— What to produce —
From the first line of the records down to the one that holds "from openpyxl.workbook.defined_name import", transcribe each line exactly and add nothing.

— Data extracts —
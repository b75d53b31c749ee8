"""Rewriting SF_ function names in a workbook's formulas between the Excel and the Calc form.

The workbooks are built with openpyxl (data invented for the tests) or saved by LibreOffice
without the sheetfuncs extension. "Only the names change" is checked without the module's own
scanner: the target's part, split at the names written, must equal the source's part outside
them byte for byte, and match the source's names without regard to case.
"""

from __future__ import annotations

import re
import zipfile
from pathlib import Path

import openpyxl
import pytest
from openpyxl.formatting.rule import FormulaRule
from openpyxl.workbook.defined_name import DefinedName
from openpyxl.worksheet.datavalidation import DataValidation
from openpyxl.worksheet.formula import ArrayFormula

from sheetfuncs.errors import InputError
from sheetfuncs.input.files.safety import CFB_MAGIC
from sheetfuncs.worksheet.calc import workbook
from sheetfuncs.worksheet.calc.names import stored_name
from sheetfuncs.worksheet.calc.workbook import Converted, PartChange, convert_workbook
from tests.support.libreoffice import convert, require_office
from tests.support.workbooks import patch_zip, sheet_xml

SHEET = "xl/worksheets/sheet1.xml"
BOOK = "xl/workbook.xml"
FORMULA_PARTS = (SHEET, BOOK)
#: Invented fill weights of three filling heads (grams), for the tests only.
ROWS = [["Head 1", "Head 2", "Head 3"], [501.2, 502.4, 500.9], [500.8, 503.1, 501.2],
        [501.5, 502.2, 500.7]]
STORED = re.compile(r"ORG\.SHEETFUNCS\.CALC\.FUNCTIONS\.SF[A-Z]+")
DISPLAY = re.compile(r"SF_[A-Z]+")


def make_book(path: Path, cells: dict[str, str], *, rules: bool = False) -> Path:
    """A sheet "Lines" with the invented data in A1:C4 and the given formula cells; with
    ``rules`` also a defined name, a conditional format, a data validation and an array formula,
    each calling SF_ functions."""
    wb = openpyxl.Workbook()
    ws = wb.active
    ws.title = "Lines"
    for row in ROWS:
        ws.append(row)
    for ref, formula in cells.items():
        ws[ref] = formula
    if rules:
        ws["E10"] = ArrayFormula("E10:J13", "=SF_TABLE(A1:C4)")
        wb.defined_names["pval"] = DefinedName("pval", attr_text="SF_P(Lines!$A$1:$C$4)")
        ws.conditional_formatting.add("A2:C4", FormulaRule(formula=["SF_P($A$1:$C$4)<0.05"]))
        dv = DataValidation(type="custom", formula1="SF_F($A$1:$C$4)>0")
        ws.add_data_validation(dv)
        dv.add("H1")
    wb.save(path)
    return path


def members(path: Path) -> list[tuple[str, bytes]]:
    with zipfile.ZipFile(path) as z:
        return [(i.filename, z.read(i)) for i in z.infolist()]


def assert_only_names_changed(before: bytes, after: bytes, written: re.Pattern[bytes],
                              was: dict[bytes, bytes]) -> int:
    """``after`` equals ``before`` outside the names ``written`` matches; each such name stands
    where ``before`` had ``was[name]`` (in any case). Returns how many names were compared."""
    pieces = re.split(b"(" + written.pattern + b")", after)
    pos = 0
    for i, piece in enumerate(pieces):
        if i % 2 == 0:
            assert before[pos:pos + len(piece)] == piece, f"bytes differ near offset {pos}"
            pos += len(piece)
        else:
            old = was[piece]
            assert before[pos:pos + len(old)].upper() == old, f"name differs at offset {pos}"
            pos += len(old)
    assert pos == len(before)
    return len(pieces) // 2


def to_calc_names() -> dict[bytes, bytes]:
    """Stored name → display name, as bytes, for every registry function."""
    to_calc, _ = workbook.name_maps()
    return {s.encode(): n.encode() for n, s in to_calc.items()}


# --------------------------------------------------------------------------------------------
# formula text


@pytest.mark.parametrize("text, expected", [
    ("SF_P(A1:C3)", "ORG.SHEETFUNCS.CALC.FUNCTIONS.SFP(A1:C3)"),
    ("sf_p(A1:C3)", "ORG.SHEETFUNCS.CALC.FUNCTIONS.SFP(A1:C3)"),
    ("1+Sf_Table(A1:C3)", "1+ORG.SHEETFUNCS.CALC.FUNCTIONS.SFTABLE(A1:C3)"),
    ("SF_P(A1:C3,&quot;wide&quot;)", "ORG.SHEETFUNCS.CALC.FUNCTIONS.SFP(A1:C3,&quot;wide&quot;)"),
    ('IF(ISNUMBER(SF_P(A1:C3)),SF_F(A1:C3),"")',
     'IF(ISNUMBER(ORG.SHEETFUNCS.CALC.FUNCTIONS.SFP(A1:C3)),'
     'ORG.SHEETFUNCS.CALC.FUNCTIONS.SFF(A1:C3),"")'),
])
def test_calls_are_rewritten_to_the_calc_form(text, expected):
    new, tally = workbook.rewrite_formula(text, "calc")
    assert new == expected
    assert sum(tally.rewritten.values()) == expected.count("ORG.")


@pytest.mark.parametrize("text", [
    '"SF_P(A1)"',                         # a string literal
    '"say ""SF_P(A1)"" here"',            # with an escaped quote
    "&quot;SF_P(A1)&quot;",               # a string as XML escapes it
    "&quot;a&quot;&quot;SF_P(&quot;",     # ... with an escaped quote
    "'SF_P data'!A1",                     # a quoted sheet name
    "SUM('SF_P(x'!A1:A3)",                # a quoted sheet name with a parenthesis
    "&apos;SF_P(x&apos;!A1",              # a quoted sheet name as XML may escape it
    "XSF_P(A1)", "SF_PX(A1)",             # other names
    "SF_P",                               # a name, not a call
    "SF_P (A1)",                          # a space: the intersection operator, not a call
    "Plan[SF_P(]",                        # a table column
    "Plan[[#This Row],[SF_P(]]",
    "SUM(A1:A3)",
])
def test_text_that_is_not_a_call_stays(text):
    new, tally = workbook.rewrite_formula(text, "calc")
    assert new == text
    assert not tally.rewritten


def test_unknown_and_qualified_names_are_left_and_counted():
    text = "SF_FOO(A1)+MY.SF_P(A1)+_xludf.SF_F(A1)+[1]!SF_P(A1)+sf_foo(B1)"
    new, tally = workbook.rewrite_formula(text, "calc")
    assert new == text
    assert tally.unknown == {"SF_FOO": 2}
    assert tally.qualified == {"MY.SF_P": 1, "_XLUDF.SF_F": 1, "!SF_P": 1}


def test_calls_are_rewritten_to_the_excel_form():
    text = ("ORG.SHEETFUNCS.CALC.FUNCTIONS.SFP(A1:C3)+org.sheetfuncs.calc.functions.sftable(A1)"
            "+ORG.SHEETFUNCS.CALC.FUNCTIONS.SFNEW(A1)+SF_F(A1)+&quot;ORG.SHEETFUNCS.CALC."
            "FUNCTIONS.SFP(&quot;")
    new, tally = workbook.rewrite_formula(text, "excel")
    assert new == ("SF_P(A1:C3)+SF_TABLE(A1)+ORG.SHEETFUNCS.CALC.FUNCTIONS.SFNEW(A1)+SF_F(A1)"
                   "+&quot;ORG.SHEETFUNCS.CALC.FUNCTIONS.SFP(&quot;")
    assert tally.rewritten == {"SF_P": 1, "SF_TABLE": 1}
    assert tally.already == 1
    assert tally.unknown == {"ORG.SHEETFUNCS.CALC.FUNCTIONS.SFNEW": 1}


def test_every_registry_name_maps_both_ways():
    to_calc, to_excel = workbook.name_maps()
    assert len(to_calc) == len(to_excel) == 33  # the registry's 33 functions (docs/functions.md)
    for name, stored in to_calc.items():
        assert stored == stored_name(name)
        assert workbook.rewrite_formula(f"{name}(A1)", "calc")[0] == f"{stored}(A1)"
        assert workbook.rewrite_formula(f"{stored}(A1)", "excel")[0] == f"{name}(A1)"


def test_comments_cdata_and_elements_with_children_are_not_rewritten():
    xml = ("<x><!-- <f>SF_P(A1)</f> --><f>SF_P(A1)</f><f t=\"shared\" si=\"0\"/>"
           "<x14:formula1><xm:f>SF_P(A1)</xm:f></x14:formula1><f><![CDATA[SF_P(A1)]]></f>"
           "<fx>SF_P(A1)</fx></x>")
    maps = workbook.name_maps()
    new, changed, tally = workbook.rewrite_part(xml, "worksheet", "calc", maps)
    s = "ORG.SHEETFUNCS.CALC.FUNCTIONS.SFP(A1)"
    assert new == ("<x><!-- <f>SF_P(A1)</f> --><f>" + s + "</f><f t=\"shared\" si=\"0\"/>"
                   "<x14:formula1><xm:f>" + s + "</xm:f></x14:formula1>"
                   "<f><![CDATA[SF_P(A1)]]></f><fx>SF_P(A1)</fx></x>")
    assert changed == 2 and tally.rewritten == {"SF_P": 2}


# --------------------------------------------------------------------------------------------
# files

— Result of this task —
repository b75d53b31c749ee8
"""Rewriting SF_ function names in a workbook's formulas between the Excel and the Calc form.

The workbooks are built with openpyxl (data invented for the tests) or saved by LibreOffice
without the sheetfuncs extension. "Only the names change" is checked without the module's own
scanner: the target's part, split at the names written, must equal the source's part outside
them byte for byte, and match the source's names without regard to case.
"""

from __future__ import annotations

import re
import zipfile
from pathlib import Path

import openpyxl
import pytest
from openpyxl.formatting.rule import FormulaRule
from openpyxl.workbook.defined_name import DefinedName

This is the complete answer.